Levantamento inédito da
população da Cracolândia mostra que o número de dependentes sem acompanhamento
médico pode chegar a 283
Um censo inédito da
população da Cracolândia feito pelo programa estadual de combate ao crack, o
Recomeço, e obtido pelo jornal O Estado de S. Paulo revela que quase 40% dos
usuários nunca passaram por uma avaliação de saúde. Isso apesar de um terço
frequentar a região há mais de cinco anos e de Estado e Prefeitura terem ações
voltadas ao tratamento dessa população há pelo menos dez anos. O número de
dependentes sem acompanhamento médico pode chegar a 283, tendo em vista a média
das contagens de pessoas no fluxo obtida pelo estudo: 709.
“Estou no fluxo há 29
anos”, conta Adailton Ferreira de Souza, de 45 anos, possivelmente um dos
frequentadores mais antigos da Cracolândia da Luz. Ele passa o dia sobre um
cobertor na Alameda Cleveland, ao lado da mulher, Otaviana Moreira Campos, de
46, grávida de 5 meses. “Nunca fui ao hospital, nunca fiz exame, nada. O
pessoal até chama, mas eu não sinto dor no corpo, dor de cabeça, nunca
desmaiei, nunca tive tontura. Não preciso, estou bem de saúde”, diz ele. A
mulher afirma só entrar nos postos de atendimento da região para “pegar água”.
“Nunca fui para o médico nem precisei fazer pré-natal. E olhe que eu tenho dez
filhos”, afirma Otaviana.
Coordenado pelo
psiquiatra Marcelo Ribeiro e pela psicóloga Clarice Madruga, ambos do Centro de
Referência de Álcool, Tabaco e Outras Drogas (Cratod), da Secretaria de Estado
da Saúde, o censo ouviu 107 pessoas entre e maio e junho do ano passado. O
resultado mostra também que 68% dos dependentes vivem nas ruas, 54% têm filhos
menores de idade, 69% estão à procura de ajuda e 31% já sofreram ao menos uma
overdose na vida.
“É a primeira vez que
se faz um levantamento sociodemográfico da Cracolândia. Saber o perfil das
pessoas que frequentam a área é essencial para operacionalizar melhor nossas
ações”, diz Ribeiro que é diretor do Cratod.
“A pesquisa mostra que
mais da metade (dos usuários), 56%, está disposta a largar o crack. É um índice
alto, que me surpreendeu. Temos de dar respostas a essas pessoas”, diz Clarice.
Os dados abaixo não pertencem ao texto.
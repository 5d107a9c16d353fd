import { inflateSync } from 'node:zlib';
import { calibrateTrace, shoelaceArea } from '../../calculations/indicator-card.js';
import { idealMeanEffectivePressurePsi } from '../../calculations/ideal-card.js';
import { psigToPsia } from '../../calculations/units.js';
import { drawIndicatorCard, encodePng, realisticOutline, type CardDrawingSpec } from './card-image.js';

/** Reads a PNG's chunks (W3C PNG Specification, 2nd ed., section 5.3: length, type, data, CRC). */
function chunks(png: Buffer): { type: string; data: Buffer; crc: number }[] {
  const out = [];
  let i = 8;
  while (i < png.length) {
    const length = png.readUInt32BE(i);
    out.push({
      type: png.toString('latin1', i + 4, i + 8),
      data: png.subarray(i + 8, i + 8 + length),
      crc: png.readUInt32BE(i + 8 + length),
    });
    i += 12 + length;
  }
  return out;
}

describe('our PNG encoder', () => {
  it(
    'writes the signature, IHDR, IDAT and IEND; IEND’s CRC is AE 42 60 82 (W3C PNG Specification, 2nd ed., sections ' +
      '5.2, 5.6 and 11.2.5)',
    () => {
      const png = encodePng(2, 2, new Uint8Array([255, 0, 0, 0, 255, 0, 0, 0, 255, 10, 20, 30]));
      expect([...png.subarray(0, 8)]).toEqual([0x89, 0x50, 0x4e, 0x47, 0x0d, 0x0a, 0x1a, 0x0a]);
      const c = chunks(png);
      expect(c.map((x) => x.type)).toEqual(['IHDR', 'IDAT', 'IEND']);
      expect(c[2].crc).toBe(0xae426082);
      expect(c[0].data.readUInt32BE(0)).toBe(2);
      expect(c[0].data[9]).toBe(2); // colour type 2: truecolour
    },
  );

  it('the image data inflates back to the pixels under the "Up" filter (section 9.2: Up(x) + Prior(x))', () => {
    const rgb = new Uint8Array([255, 0, 0, 0, 255, 0, 0, 0, 255, 10, 20, 30]);
    const raw = inflateSync(chunks(encodePng(2, 2, rgb)).find((x) => x.type === 'IDAT')!.data);
    const rows = [raw.subarray(0, 7), raw.subarray(7, 14)];
    expect(rows.every((r) => r[0] === 2)).toBe(true);
    const first = [...rows[0].subarray(1)];
    const second = [...rows[1].subarray(1)].map((v, i) => (v + first[i]) & 0xff);
    expect([...first, ...second]).toEqual([...rgb]);
  });
});

describe('drawn demonstration cards and their traces', () => {
  const hpHead: CardDrawingSpec = {
    seed: 'spec-hp-head',
    end: 'head',
    admissionPressurePsia: psigToPsia(126),
    backPressurePsia: psigToPsia(28.5),
    cutOffFraction: 0.35,
    clearanceFraction: 0.08,
    springPsiPerIn: 80,
    lengthIn: 3.5,
  };
  const lpCrank: CardDrawingSpec = {
    ...hpHead,
    seed: 'spec-lp-crank',
    end: 'crank',
    admissionPressurePsia: psigToPsia(24.5),
    backPressurePsia: 3.3,
    springPsiPerIn: 20,
    cutOffFraction: 0.42,
  };

  it.each([
    ['HP head end', hpHead],
    ['LP crank end (mirrored, partly below the atmospheric line)', lpCrank],
  ])(
    '%s: the trace’s MEP is within 1.5 %% of the drawn outline’s, and below the ideal card’s (a real card is never fuller than the ideal)',
    (_, spec) => {
      const drawn = drawIndicatorCard(spec);
      const calibrated = calibrateTrace({
        atmosphericLine: drawn.trace.atmosphericLine,
        diagramStartPx: drawn.trace.admissionEndPx,
        diagramEndPx: drawn.trace.releaseEndPx,
        tracePx: drawn.trace.pointsPx,
        springPsiPerIn: spec.springPsiPerIn,
        cardLengthIn: spec.lengthIn,
      });
      const outlineArea = shoelaceArea(
        drawn.outline.map((p) => ({ x: p.strokeFraction * spec.lengthIn, y: p.pressurePsig / spec.springPsiPerIn })),
      );
      const drawnMep = (outlineArea / spec.lengthIn) * spec.springPsiPerIn;
      expect(Math.abs(calibrated.meanEffectivePressurePsi - drawnMep) / drawnMep).toBeLessThan(0.015);
      expect(drawnMep).toBeLessThan(
        idealMeanEffectivePressurePsi({
          admissionPressurePsia: spec.admissionPressurePsia,
          cutoffFraction: spec.cutOffFraction,
          backPressurePsia: spec.backPressurePsia,
        }),
      );
      // The card's length comes back from the calibration marks.
      expect(calibrated.lengthIn).toBeCloseTo(spec.lengthIn, 6);
    },
  );

  it('the trace survives being stored as JSON and read back: the same calibration', () => {
    const drawn = drawIndicatorCard(hpHead);
    const reloaded = JSON.parse(JSON.stringify(drawn.trace)) as typeof drawn.trace;
    const calibrate = (t: typeof drawn.trace) =>
      calibrateTrace({
        atmosphericLine: t.atmosphericLine,
        diagramStartPx: t.admissionEndPx,
        diagramEndPx: t.releaseEndPx,
        tracePx: t.pointsPx,
        springPsiPerIn: 80,
        cardLengthIn: 3.5,
      });
    expect(calibrate(reloaded)).toEqual(calibrate(drawn.trace));
  });

  it('is the same picture every time (deterministic), and a different seed draws a different one', () => {
    expect(drawIndicatorCard(hpHead).png.equals(drawIndicatorCard(hpHead).png)).toBe(true);
    expect(drawIndicatorCard({ ...hpHead, seed: 'other' }).png.equals(drawIndicatorCard(hpHead).png)).toBe(false);
  });

  it('the admission line falls with wire-drawing and the card has a compression hook', () => {
    const o = realisticOutline(hpHead);
    const top = o.filter((p) => p.strokeFraction < 0.3).map((p) => p.pressurePsig);
    expect(Math.max(...top)).toBeLessThan(126 + 1e-9);
    // On the return stroke near the admission end the lower line rises above the exhaust line.
    const lower = (x: number) => Math.min(...o.filter((p) => Math.abs(p.strokeFraction - x) < 0.01).map((p) => p.pressurePsig));
    expect(lower(0.02)).toBeGreaterThan(lower(0.5) + 5);
  });
});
Para Ribeiro, a responsabilidade do poder público aumenta. “Com o censo,
passamos a saber de fato o que sempre imaginamos de forma empírica. O crack não
mata sozinho.”
Perfil. No universo dos
dependentes que formam a Cracolândia, 79 4% são homens, 16,8%, mulheres, e 3,7%
se declaram transexuais. A maioria não trabalha, passou a morar nas ruas em
função do vício, não terminou o ensino fundamental e tem origem no Estado – 42%
são da capital.
Para o secretário
estadual de Desenvolvimento Social, Floriano Pesaro, os dados levantados pela
pesquisa indicam que as políticas públicas falharam, apesar dos recursos
estaduais e municipais empregados nos últimos anos. E a pesquisa só reafirma a
necessidade de se aprimorar as abordagens de agentes sociais. “O novo programa
que estamos desenhando em parceria com a Prefeitura (Redenção) vai focar neste
aspecto. Vamos criar um padrão de abordagens. A meta será atingir 100% da
população, não apenas 60%, como é hoje. Os agentes terão de ser persistentes.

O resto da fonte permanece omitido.